The evaluation of the Gaussian integral is standard in Undergraduate Calculus ( Calculus II ?). I am not really asking how to evaluate this integral, which can be done by appealing to Fubini's theorem. Rather I do not understand this statement.
Note that $f(x) = \exp(-x^2)$ is integrable on $[0,+\infty)$. Indeed, $f(x) = O\left(\frac{1}{x^2}\right)$, thus ...

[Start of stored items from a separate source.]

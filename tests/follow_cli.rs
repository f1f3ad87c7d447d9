//! `closeout status --follow` as a running program: it reports while rows are
//! appended, exits 0 with `--until-ready` once the study is ready to close, and ends
//! cleanly on SIGTERM with the last state printed. Waits are bounded by generous
//! deadlines and only ever wait for something the program must do; none makes a
//! test pass by being fast enough.

#![allow(clippy::unwrap_used, clippy::expect_used, clippy::panic)]

use std::io::{BufRead, BufReader, Write};
use std::path::Path;
use std::process::{Child, Command, ExitStatus, Stdio};
use std::sync::mpsc::{Receiver, channel};
use std::time::{Duration, Instant};

use serde_json::Value;

const DEADLINE: Duration = Duration::from_secs(120);

const STUDY: &str = r#"title = "follow cli test"
[source]
file = "responses.csv"
id = "id"
[target]
margin = 0.2
confidence = 0.95
decide_by = "wilson"
[[measure]]
name = "q"
column = "q1"
yes = ["y"]
no = ["n"]
[[quota]]
minimum = 122
[log]
file = "events.jsonl"
"#;

fn setup() -> tempfile::TempDir {
    let dir = tempfile::tempdir().unwrap();
    std::fs::write(dir.path().join("study.toml"), STUDY).unwrap();
    std::fs::write(dir.path().join("responses.csv"), "id,q1\n1,y\n2,n\n2,y\n").unwrap();
    dir
}

fn start(dir: &Path, args: &[&str]) -> (Child, Receiver<String>) {
    start_command(dir, "status", args)
}

fn start_command(dir: &Path, command: &str, args: &[&str]) -> (Child, Receiver<String>) {
    let mut child = Command::new(assert_cmd::cargo::cargo_bin("closeout"))
        .arg(command)
        .arg(dir.join("study.toml"))
        .args(args)
        .stdout(Stdio::piped())
        .stderr(Stdio::null())
        .spawn()
        .unwrap();
    let stdout = child.stdout.take().unwrap();
    let (send, lines) = channel();
    std::thread::spawn(move || {
        for line in BufReader::new(stdout).lines() {
            if send.send(line.unwrap()).is_err() {
                break;
            }
        }
    });
    (child, lines)
}

fn next_line(lines: &Receiver<String>) -> String {
    lines
        .recv_timeout(DEADLINE)
        .expect("the program printed nothing before the deadline")
}

/// Wait for the program to end. (Its remaining output is then read to the end with
/// `lines.iter()`, which stops when the program's standard output closes.)
fn wait(child: &mut Child) -> ExitStatus {
    let until = Instant::now() + DEADLINE;
    loop {
        if let Some(status) = child.try_wait().unwrap() {
            return status;
        }
        if Instant::now() > until {
            child.kill().unwrap();
            panic!("the program did not end before the deadline");
        }
        std::thread::sleep(Duration::from_millis(20));
    }
}

fn append(dir: &Path, text: &str) {
    let mut f = std::fs::OpenOptions::new()
        .append(true)
        .open(dir.join("responses.csv"))
        .unwrap();
    f.write_all(text.as_bytes()).unwrap();
}

fn follow_until_ready(extra: &[&str]) {
    let dir = setup();
    let mut args = vec!["--follow", "--until-ready", "--format", "json"];
    args.extend_from_slice(extra);
    let (mut child, lines) = start(dir.path(), &args);
    let first: Value = serde_json::from_str(&next_line(&lines)).unwrap();
    assert_eq!(first["ready_to_close"], false);
    assert_eq!(first["responses"], 2);
    assert_eq!(first["duplicates"], 1);
    // A rejected row, then the 120 responses that reach the minimum of 122 (the
    // margin is met long before), the last one cut in two: readiness comes exactly
    // with the last line end, whenever the program looks.
    let mut rows = String::from("bad\n");
    for i in 0..120 {
        rows.push_str(&format!("r{i},{}\n", if i % 3 == 0 { "y" } else { "n" }));
    }
    let (a, b) = rows.split_at(rows.len() - 3);
    append(dir.path(), a);
    append(dir.path(), b);
    let status = wait(&mut child);
    assert!(status.success(), "{status:?}");
    let rest: Vec<Value> = lines
        .iter()
        .map(|l| serde_json::from_str(&l).unwrap())
        .collect();
    let last = rest.last().expect("a snapshot after the rows arrived");
    assert_eq!(last["ready_to_close"], true);
    assert_eq!(last["responses"], 122);
    assert_eq!(last["rows_rejected"], 1);
    assert_eq!(last["duplicates"], 1);
    // The event log ends with the moment the study became ready.
    let log = std::fs::read_to_string(dir.path().join("events.jsonl")).unwrap();
    let entry: Value = serde_json::from_str(log.lines().last().unwrap()).unwrap();
    assert_eq!(entry["event"], "ready_to_close", "{log}");
    assert_eq!(entry["responses"], 122);
    // Every snapshot but the last is still collecting.
    assert!(
        rest[..rest.len() - 1]
            .iter()
            .all(|s| s["ready_to_close"] == false)
    );
}

#[test]
fn until_ready_exits_as_soon_as_the_appended_rows_make_it_ready() {
    follow_until_ready(&[]);
}

#[test]
fn until_ready_works_by_polling_too() {
    follow_until_ready(&["--poll"]);
}

#[test]
fn sigterm_ends_cleanly_with_the_last_state() {
    sigterm_ends_cleanly("status", &["--follow"]);
}

/// `closeout watch` without a terminal (standard output is a pipe here) prints what
/// `status --follow` prints, and ends the same way.
#[test]
fn watch_without_a_terminal_prints_what_status_follow_prints() {
    sigterm_ends_cleanly("watch", &[]);
}

fn sigterm_ends_cleanly(command: &str, args: &[&str]) {
    let dir = setup();
    let (mut child, lines) = start_command(dir.path(), command, args);
    let first = next_line(&lines);
    assert!(first.contains("2 responses"), "{first}");
    assert!(first.contains("still collecting"), "{first}");
    // A rejected row makes a new summary line.
    append(dir.path(), "x\n");
    let second = next_line(&lines);
    assert!(second.contains("1 rejected"), "{second}");
    let killed = Command::new("kill")
        .arg("-TERM")
        .arg(child.id().to_string())
        .status()
        .unwrap();
    assert!(killed.success());
    let status = wait(&mut child);
    assert!(status.success(), "{status:?}");
    let last: Vec<String> = lines.iter().collect();
    assert_eq!(last.len(), 1, "{last:?}");
    assert!(last[0].contains("2 responses (4 rows read, 1 rejected, 1 duplicates)"));
}

#[test]
fn follow_refuses_csv_and_as_of() {
    let dir = setup();
    let study = dir.path().join("study.toml");
    let out = Command::new(assert_cmd::cargo::cargo_bin("closeout"))
        .args(["status", "--follow", "--format", "csv"])
        .arg(&study)
        .output()
        .unwrap();
    assert_eq!(out.status.code(), Some(2));
    assert!(String::from_utf8_lossy(&out.stderr).contains("--follow prints text or json"));
    for args in [
        &["--follow", "--as-of", "2026-05-01T00:00:00Z"][..],
        &["--until-ready"][..],
        &["--poll"][..],
    ] {
        let out = Command::new(assert_cmd::cargo::cargo_bin("closeout"))
            .arg("status")
            .arg(&study)
            .args(args)
            .output()
            .unwrap();
        assert_eq!(out.status.code(), Some(2), "{args:?}");
    }
}

#[test]
fn a_missing_file_is_waited_for_then_read() {
    let dir = setup();
    std::fs::remove_file(dir.path().join("responses.csv")).unwrap();
    let (mut child, lines) = start(dir.path(), &["--follow", "--until-ready"]);
    let notice = next_line(&lines);
    assert!(notice.contains("missing"), "{notice}");
    let summary = next_line(&lines);
    assert!(summary.contains("0 responses"), "{summary}");
    let mut rows = String::from("id,q1\n");
    for i in 0..122 {
        rows.push_str(&format!("r{i},{}\n", if i % 2 == 0 { "y" } else { "n" }));
    }
    std::fs::write(dir.path().join("responses.csv"), rows).unwrap();
    let status = wait(&mut child);
    assert!(status.success(), "{status:?}");
    let rest: Vec<String> = lines.iter().collect();
    let last = rest.last().unwrap();
    assert!(last.contains("122 responses"), "{rest:?}");
    assert!(last.contains("READY TO CLOSE"), "{rest:?}");
}
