//! The binary: output shapes, messages and exit codes (0 success, 2 bad arguments).

#![allow(clippy::unwrap_used, clippy::expect_used, clippy::panic)]

use assert_cmd::Command;
use predicates::prelude::*;
use serde_json::Value;

fn closeout() -> Command {
    Command::cargo_bin("closeout").unwrap()
}

fn json_of(args: &[&str]) -> Value {
    let out = closeout()
        .args(args)
        .assert()
        .success()
        .get_output()
        .stdout
        .clone();
    serde_json::from_slice(&out).unwrap()
}

#[test]
fn margin_json_has_every_method_with_the_documented_fields() {
    let v = json_of(&["margin", "81", "263", "--json"]);
    assert_eq!(v["successes"], 81);
    assert_eq!(v["n"], 263);
    assert_eq!(v["confidence"], 0.95);
    assert!(v["population"].is_null());
    let bounds = v["bounds"].as_array().unwrap();
    let names: Vec<&str> = bounds
        .iter()
        .map(|b| b["method"].as_str().unwrap())
        .collect();
    assert_eq!(
        names,
        [
            "wald",
            "wilson",
            "clopper-pearson",
            "chebyshev",
            "hoeffding",
            "chernoff",
            "bernstein",
            "binomial",
            "anytime"
        ]
    );
    for b in bounds {
        let (lo, hi, m) = (
            b["lower"].as_f64().unwrap(),
            b["upper"].as_f64().unwrap(),
            b["margin"].as_f64().unwrap(),
        );
        assert!(lo <= hi && m > 0.0, "{b}");
    }
    let guarantee =
        |name: &str| bounds.iter().find(|b| b["method"] == name).unwrap()["guarantee"].clone();
    assert_eq!(guarantee("wilson"), "approximate");
    assert_eq!(guarantee("clopper-pearson"), "fixed-n");
    assert_eq!(guarantee("hoeffding"), "worst-case");
    assert_eq!(guarantee("anytime"), "anytime");
}

#[test]
fn margin_with_population_reports_it_and_narrows() {
    let with = json_of(&["margin", "81", "263", "--population", "400", "--json"]);
    let without = json_of(&["margin", "81", "263", "--json"]);
    assert_eq!(with["population"], 400);
    let wald = |v: &Value| v["bounds"][0]["margin"].as_f64().unwrap();
    // √((400 − 263)/(400 − 1)) = 0.58597… times the plain Wald margin.
    let factor = ((400.0 - 263.0) / 399.0f64).sqrt();
    assert!((wald(&with) - factor * wald(&without)).abs() < 1e-12);
    let bernstein = &with["bounds"][6];
    assert!(
        bernstein["margin"].is_null()
            && bernstein["unavailable"]
                .as_str()
                .unwrap()
                .contains("finite-population")
    );
}

#[test]
fn margin_table_names_the_tuning_and_the_cautions() {
    closeout()
        .args(["margin", "15", "148"])
        .assert()
        .success()
        .stdout(predicate::str::contains(
            "anytime sequence tuned for 148 responses",
        ))
        .stdout(predicate::str::contains("sampling error only"))
        .stdout(predicate::str::contains("clopper-pearson"));
}

#[test]
fn size_json_matches_the_documented_shape() {
    let v = json_of(&["size", "--margin", "0.03", "--json"]);
    assert_eq!(v["margin"], 0.03);
    let sizes = v["sizes"].as_array().unwrap();
    let row = |name: &str| sizes.iter().find(|s| s["method"] == name).unwrap().clone();
    assert_eq!(row("hoeffding")["n"], 2050);
    assert_eq!(row("chebyshev")["n"], 5556);
    assert_eq!(row("wald")["n"], 1068);
    assert!(row("binomial")["n_all_larger"].is_u64());
    assert!(row("wald").get("n_all_larger").is_none());
}

#[test]
fn bad_arguments_exit_2_with_one_line_naming_the_value() {
    let cases: [(&[&str], &str); 6] = [
        (&["margin", "5", "4"], "successes '5' exceed responses '4'"),
        (
            &["margin", "5", "10", "--confidence", "1.5"],
            "confidence '1.5'",
        ),
        (
            &["margin", "5", "10", "--population", "9"],
            "population '9'",
        ),
        (&["size", "--margin", "0"], "margin '0'"),
        (
            &["size", "--margin", "0.05", "--expect", "2"],
            "expected proportion '2'",
        ),
        (&["margin", "0", "0"], "responses must be at least 1"),
    ];
    for (args, needle) in cases {
        let out = closeout().args(args).assert().code(2).get_output().clone();
        let err = String::from_utf8(out.stderr).unwrap();
        assert!(err.contains(needle), "{args:?}: {err}");
        assert_eq!(err.trim_end().lines().count(), 1, "{args:?}: {err}");
        assert!(out.stdout.is_empty());
    }
}

#[test]
fn unknown_flags_are_usage_errors() {
    closeout()
        .args(["margin", "1", "2", "--confidance", "0.9"])
        .assert()
        .code(2);
    closeout().args(["size"]).assert().code(2);
}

This statement preceeds, the line before Fubini is applied. I am not sure of the significance of "Big-Oh" here. I do not know how to use the above method to show a function is integrable. Could someone help me ?
Thank you for your time.
I think there might be a mistake, and the author meant $x^2$ instead of $x$. Indeed note that $$ \lim_{x \to \infty} \frac{x^2}{e^{x^2}} = 0$$ so $f(x) = O(\frac{1}{x^2})$. Now for any $h > 0$ we have $$ \int_h^\infty \frac{dx}{x^2} = \frac{1}{h}$$ now by the above there exists $m > 0$ such that for $x > m$ we have $$ e^{-x^2} \leq \frac{M}{x^2}$$ and now it follows that $$ \int_0^\infty e^{-x^2} \ dx = \int_0^m e^{-x^2} \ dx + \int_m^\infty e^{-x^2} \ dx$$ and again by the above and since $e^{-x^2}\le1$ for every $x$, $$ \int_0^\infty e^{-x^2} \ dx \leq \int_0^m e^{-x^2} \ dx + \frac{M}{m}\leq m + \frac{M}{m}$$ so the indefinite integral converges.